*** THE RECORDS

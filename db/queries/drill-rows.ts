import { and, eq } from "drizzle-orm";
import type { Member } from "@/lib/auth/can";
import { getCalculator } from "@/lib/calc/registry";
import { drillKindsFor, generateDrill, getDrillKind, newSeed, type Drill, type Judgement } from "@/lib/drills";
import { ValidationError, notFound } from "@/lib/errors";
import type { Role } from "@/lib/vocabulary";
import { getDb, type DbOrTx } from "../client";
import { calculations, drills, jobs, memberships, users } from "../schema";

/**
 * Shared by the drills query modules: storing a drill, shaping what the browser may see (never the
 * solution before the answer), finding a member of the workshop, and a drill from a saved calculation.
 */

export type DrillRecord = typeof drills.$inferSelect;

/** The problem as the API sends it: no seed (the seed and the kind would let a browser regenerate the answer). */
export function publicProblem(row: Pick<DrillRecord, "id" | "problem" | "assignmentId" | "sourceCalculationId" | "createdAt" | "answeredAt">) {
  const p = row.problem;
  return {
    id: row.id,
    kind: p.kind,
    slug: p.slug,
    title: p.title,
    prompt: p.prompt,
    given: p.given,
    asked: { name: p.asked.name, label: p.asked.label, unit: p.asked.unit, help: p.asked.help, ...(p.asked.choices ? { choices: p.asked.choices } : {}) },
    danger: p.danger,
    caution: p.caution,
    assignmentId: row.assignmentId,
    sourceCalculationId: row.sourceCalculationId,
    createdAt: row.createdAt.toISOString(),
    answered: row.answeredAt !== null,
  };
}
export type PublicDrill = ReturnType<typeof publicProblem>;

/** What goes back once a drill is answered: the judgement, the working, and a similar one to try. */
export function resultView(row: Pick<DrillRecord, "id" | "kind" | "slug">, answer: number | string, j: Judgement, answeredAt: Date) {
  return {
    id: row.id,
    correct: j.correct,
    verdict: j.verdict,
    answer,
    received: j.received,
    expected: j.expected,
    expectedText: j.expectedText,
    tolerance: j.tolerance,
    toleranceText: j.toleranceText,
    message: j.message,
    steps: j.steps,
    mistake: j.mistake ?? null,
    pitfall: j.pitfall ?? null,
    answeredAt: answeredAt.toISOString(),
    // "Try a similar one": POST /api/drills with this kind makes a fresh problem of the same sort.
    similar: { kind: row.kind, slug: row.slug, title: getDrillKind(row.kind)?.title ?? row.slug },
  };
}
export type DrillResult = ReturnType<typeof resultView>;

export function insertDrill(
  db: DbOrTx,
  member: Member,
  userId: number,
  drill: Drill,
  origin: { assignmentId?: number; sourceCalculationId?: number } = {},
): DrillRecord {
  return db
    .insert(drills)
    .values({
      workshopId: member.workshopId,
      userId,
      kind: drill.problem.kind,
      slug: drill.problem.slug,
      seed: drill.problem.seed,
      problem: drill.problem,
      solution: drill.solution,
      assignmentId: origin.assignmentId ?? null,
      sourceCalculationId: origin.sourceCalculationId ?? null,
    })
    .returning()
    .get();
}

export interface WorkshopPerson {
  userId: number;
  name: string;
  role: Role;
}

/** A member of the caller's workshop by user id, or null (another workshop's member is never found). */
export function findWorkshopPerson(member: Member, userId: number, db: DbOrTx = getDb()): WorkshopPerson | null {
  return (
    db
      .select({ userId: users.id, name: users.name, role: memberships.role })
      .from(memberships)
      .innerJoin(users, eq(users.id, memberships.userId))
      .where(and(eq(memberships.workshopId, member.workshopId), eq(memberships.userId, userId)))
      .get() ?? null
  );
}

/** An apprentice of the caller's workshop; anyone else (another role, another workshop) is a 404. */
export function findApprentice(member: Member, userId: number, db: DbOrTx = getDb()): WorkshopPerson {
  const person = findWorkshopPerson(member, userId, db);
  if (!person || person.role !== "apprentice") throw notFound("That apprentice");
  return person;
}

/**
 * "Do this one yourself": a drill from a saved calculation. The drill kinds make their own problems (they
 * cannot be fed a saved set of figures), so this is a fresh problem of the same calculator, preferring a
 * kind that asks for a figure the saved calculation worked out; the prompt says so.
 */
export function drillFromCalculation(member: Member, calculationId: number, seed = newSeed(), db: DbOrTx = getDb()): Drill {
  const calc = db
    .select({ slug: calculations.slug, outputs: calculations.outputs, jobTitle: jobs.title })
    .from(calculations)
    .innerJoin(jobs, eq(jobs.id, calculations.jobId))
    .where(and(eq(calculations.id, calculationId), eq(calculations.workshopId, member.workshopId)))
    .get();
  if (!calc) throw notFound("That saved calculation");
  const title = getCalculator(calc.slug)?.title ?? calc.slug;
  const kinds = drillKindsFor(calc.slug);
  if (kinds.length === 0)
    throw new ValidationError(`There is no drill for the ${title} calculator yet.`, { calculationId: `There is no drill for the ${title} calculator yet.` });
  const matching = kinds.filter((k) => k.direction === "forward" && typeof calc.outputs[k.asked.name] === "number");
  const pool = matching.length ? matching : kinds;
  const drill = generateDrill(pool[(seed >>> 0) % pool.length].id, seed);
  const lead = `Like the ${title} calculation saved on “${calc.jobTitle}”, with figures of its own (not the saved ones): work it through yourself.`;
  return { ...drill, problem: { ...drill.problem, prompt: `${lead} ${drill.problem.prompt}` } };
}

******
*** THE RECORDS

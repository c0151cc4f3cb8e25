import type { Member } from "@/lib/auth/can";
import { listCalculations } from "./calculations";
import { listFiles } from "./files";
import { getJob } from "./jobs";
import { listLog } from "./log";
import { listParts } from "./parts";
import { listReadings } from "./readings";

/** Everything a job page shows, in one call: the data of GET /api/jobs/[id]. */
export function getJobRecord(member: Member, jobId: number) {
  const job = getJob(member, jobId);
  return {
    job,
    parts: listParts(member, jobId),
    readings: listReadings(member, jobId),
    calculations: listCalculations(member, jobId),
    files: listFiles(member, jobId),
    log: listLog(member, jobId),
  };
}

******

## HOW TO COMPLETE THIS TASK
Each line of the listing above that contains the word "assignmentId" is to be copied.

## RESULT FOR THIS EXERCISE
export function publicProblem(row: Pick<DrillRecord, "id" | "problem" | "assignmentId" | "sourceCalculationId" | "createdAt" | "answeredAt">) {
    assignmentId: row.assignmentId,
  origin: { assignmentId?: number; sourceCalculationId?: number } = {},
      assignmentId: origin.assignmentId ?? null,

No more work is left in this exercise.